▶ YOUR TASK: Each line of the listing below that includes "goquery" should be reported.
───
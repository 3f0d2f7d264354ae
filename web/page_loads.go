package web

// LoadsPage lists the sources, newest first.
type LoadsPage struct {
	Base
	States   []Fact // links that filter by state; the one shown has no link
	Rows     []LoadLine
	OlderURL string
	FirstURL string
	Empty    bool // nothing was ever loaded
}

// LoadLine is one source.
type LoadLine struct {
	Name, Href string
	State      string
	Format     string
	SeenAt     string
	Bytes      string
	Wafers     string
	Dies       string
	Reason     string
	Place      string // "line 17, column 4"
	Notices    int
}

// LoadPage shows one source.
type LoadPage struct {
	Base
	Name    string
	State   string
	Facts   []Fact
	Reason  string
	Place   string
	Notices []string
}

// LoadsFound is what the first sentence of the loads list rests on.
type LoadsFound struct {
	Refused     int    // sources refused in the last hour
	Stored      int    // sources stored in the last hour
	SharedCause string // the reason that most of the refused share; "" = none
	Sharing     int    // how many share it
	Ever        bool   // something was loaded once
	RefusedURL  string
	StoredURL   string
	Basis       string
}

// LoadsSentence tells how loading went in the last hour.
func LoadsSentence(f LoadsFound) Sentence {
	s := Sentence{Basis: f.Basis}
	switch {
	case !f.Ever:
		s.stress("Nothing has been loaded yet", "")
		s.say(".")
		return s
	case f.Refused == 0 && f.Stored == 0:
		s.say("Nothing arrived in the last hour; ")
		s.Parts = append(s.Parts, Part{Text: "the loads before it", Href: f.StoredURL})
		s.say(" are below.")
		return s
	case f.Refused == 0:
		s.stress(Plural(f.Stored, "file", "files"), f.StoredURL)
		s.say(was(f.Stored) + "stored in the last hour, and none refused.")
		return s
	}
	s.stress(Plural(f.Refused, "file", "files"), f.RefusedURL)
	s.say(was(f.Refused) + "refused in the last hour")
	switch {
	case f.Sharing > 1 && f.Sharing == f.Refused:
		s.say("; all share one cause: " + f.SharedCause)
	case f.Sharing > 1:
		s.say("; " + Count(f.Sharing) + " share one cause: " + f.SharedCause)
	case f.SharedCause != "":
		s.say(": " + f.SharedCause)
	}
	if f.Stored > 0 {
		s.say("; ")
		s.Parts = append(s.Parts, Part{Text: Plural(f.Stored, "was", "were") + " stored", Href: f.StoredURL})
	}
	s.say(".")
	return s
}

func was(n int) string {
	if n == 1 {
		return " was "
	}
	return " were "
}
───
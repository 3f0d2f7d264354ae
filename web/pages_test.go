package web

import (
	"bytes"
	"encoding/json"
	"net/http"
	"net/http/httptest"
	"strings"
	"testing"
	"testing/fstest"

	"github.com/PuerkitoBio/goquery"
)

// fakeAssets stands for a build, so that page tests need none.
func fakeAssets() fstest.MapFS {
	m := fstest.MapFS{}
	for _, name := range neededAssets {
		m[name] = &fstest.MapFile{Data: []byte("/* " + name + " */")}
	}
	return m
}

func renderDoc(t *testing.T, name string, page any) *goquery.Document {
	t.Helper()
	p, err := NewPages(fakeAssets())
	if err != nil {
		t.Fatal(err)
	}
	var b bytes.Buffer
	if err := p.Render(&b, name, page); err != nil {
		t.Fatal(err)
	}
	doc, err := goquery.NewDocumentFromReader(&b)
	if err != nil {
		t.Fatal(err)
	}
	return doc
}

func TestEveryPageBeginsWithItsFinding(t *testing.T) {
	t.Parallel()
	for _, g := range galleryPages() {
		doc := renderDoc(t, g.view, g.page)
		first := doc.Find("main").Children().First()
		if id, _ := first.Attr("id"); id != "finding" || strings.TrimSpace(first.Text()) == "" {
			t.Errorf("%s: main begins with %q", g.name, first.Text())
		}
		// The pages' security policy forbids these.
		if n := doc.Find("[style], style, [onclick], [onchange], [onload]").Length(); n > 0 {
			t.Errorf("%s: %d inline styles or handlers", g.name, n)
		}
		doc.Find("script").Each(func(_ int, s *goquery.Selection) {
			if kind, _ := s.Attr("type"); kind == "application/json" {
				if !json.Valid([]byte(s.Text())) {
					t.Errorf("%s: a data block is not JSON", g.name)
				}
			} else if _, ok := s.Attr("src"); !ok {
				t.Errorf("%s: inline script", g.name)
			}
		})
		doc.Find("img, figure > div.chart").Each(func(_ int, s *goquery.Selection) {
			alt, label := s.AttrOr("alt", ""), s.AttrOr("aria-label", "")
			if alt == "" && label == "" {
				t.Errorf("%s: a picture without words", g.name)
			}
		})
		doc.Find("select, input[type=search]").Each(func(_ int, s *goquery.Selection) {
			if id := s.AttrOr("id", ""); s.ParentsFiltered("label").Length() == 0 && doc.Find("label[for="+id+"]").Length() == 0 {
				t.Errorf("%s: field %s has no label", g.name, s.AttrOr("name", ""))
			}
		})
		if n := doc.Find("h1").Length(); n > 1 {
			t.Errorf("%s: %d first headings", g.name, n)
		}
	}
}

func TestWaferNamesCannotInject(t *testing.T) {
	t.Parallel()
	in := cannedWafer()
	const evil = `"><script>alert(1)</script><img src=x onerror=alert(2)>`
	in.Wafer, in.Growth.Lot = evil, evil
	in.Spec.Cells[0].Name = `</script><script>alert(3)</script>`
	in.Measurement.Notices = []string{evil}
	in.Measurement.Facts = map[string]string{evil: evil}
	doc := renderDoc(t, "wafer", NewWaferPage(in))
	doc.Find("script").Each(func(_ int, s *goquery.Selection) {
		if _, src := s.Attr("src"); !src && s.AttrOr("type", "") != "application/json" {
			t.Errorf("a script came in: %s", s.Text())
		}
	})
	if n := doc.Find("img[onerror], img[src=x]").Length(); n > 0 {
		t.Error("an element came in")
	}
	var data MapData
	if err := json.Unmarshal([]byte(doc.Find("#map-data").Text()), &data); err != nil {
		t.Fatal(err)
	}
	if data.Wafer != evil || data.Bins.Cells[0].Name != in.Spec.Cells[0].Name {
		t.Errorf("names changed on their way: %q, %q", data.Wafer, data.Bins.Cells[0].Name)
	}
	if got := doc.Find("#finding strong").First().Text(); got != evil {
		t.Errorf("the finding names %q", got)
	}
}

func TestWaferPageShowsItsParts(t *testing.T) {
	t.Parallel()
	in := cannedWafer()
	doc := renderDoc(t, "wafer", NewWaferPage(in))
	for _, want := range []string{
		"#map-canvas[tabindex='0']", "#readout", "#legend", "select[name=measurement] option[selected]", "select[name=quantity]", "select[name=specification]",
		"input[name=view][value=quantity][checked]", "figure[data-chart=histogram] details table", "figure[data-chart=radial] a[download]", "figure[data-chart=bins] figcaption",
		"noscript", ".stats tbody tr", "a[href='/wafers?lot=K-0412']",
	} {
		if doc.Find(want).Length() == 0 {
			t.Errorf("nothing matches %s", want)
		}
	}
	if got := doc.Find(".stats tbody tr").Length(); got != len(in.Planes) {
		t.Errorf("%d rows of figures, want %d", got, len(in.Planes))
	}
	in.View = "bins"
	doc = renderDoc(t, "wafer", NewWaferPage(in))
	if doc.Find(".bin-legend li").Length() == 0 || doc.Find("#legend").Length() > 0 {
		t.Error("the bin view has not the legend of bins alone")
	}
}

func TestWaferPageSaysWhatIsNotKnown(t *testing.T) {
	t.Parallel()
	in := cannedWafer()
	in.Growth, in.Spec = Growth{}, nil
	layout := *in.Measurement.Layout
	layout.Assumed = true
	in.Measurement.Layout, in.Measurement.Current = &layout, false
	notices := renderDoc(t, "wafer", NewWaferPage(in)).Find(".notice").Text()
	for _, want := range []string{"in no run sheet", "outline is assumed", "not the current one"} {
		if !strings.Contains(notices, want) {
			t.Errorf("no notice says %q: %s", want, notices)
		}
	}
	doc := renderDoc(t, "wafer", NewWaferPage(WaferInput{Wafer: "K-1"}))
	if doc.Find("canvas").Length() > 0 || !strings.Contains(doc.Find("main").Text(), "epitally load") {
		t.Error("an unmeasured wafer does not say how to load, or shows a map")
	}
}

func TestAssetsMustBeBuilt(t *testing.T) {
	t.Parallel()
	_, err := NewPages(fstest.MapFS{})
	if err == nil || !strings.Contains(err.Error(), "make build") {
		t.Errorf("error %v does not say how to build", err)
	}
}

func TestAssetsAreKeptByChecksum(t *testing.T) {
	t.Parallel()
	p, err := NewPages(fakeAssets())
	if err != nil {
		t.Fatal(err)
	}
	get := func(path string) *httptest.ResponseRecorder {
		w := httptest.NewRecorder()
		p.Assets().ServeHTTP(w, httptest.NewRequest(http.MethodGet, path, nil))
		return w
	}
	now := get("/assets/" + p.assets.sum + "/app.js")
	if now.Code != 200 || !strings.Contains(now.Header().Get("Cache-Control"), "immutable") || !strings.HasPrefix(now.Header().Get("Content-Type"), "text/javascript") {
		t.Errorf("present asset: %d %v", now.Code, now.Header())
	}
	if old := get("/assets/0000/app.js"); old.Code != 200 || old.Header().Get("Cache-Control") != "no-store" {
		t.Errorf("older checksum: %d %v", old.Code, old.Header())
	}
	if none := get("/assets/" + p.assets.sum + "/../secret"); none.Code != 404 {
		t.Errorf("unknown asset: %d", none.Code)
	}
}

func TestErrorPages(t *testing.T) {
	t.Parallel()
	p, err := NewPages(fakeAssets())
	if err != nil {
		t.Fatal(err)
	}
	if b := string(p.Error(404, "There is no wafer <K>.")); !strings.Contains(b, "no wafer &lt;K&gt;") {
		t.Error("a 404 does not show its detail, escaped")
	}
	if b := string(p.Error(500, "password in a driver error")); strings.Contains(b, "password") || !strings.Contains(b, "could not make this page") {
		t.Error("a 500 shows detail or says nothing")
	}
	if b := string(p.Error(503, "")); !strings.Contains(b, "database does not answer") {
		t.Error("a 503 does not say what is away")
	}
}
───
▶ TASK ANSWER:
	"github.com/PuerkitoBio/goquery"
func renderDoc(t *testing.T, name string, page any) *goquery.Document {
	doc, err := goquery.NewDocumentFromReader(&b)
		doc.Find("script").Each(func(_ int, s *goquery.Selection) {
		doc.Find("img, figure > div.chart").Each(func(_ int, s *goquery.Selection) {
		doc.Find("select, input[type=search]").Each(func(_ int, s *goquery.Selection) {
	doc.Find("script").Each(func(_ int, s *goquery.Selection) {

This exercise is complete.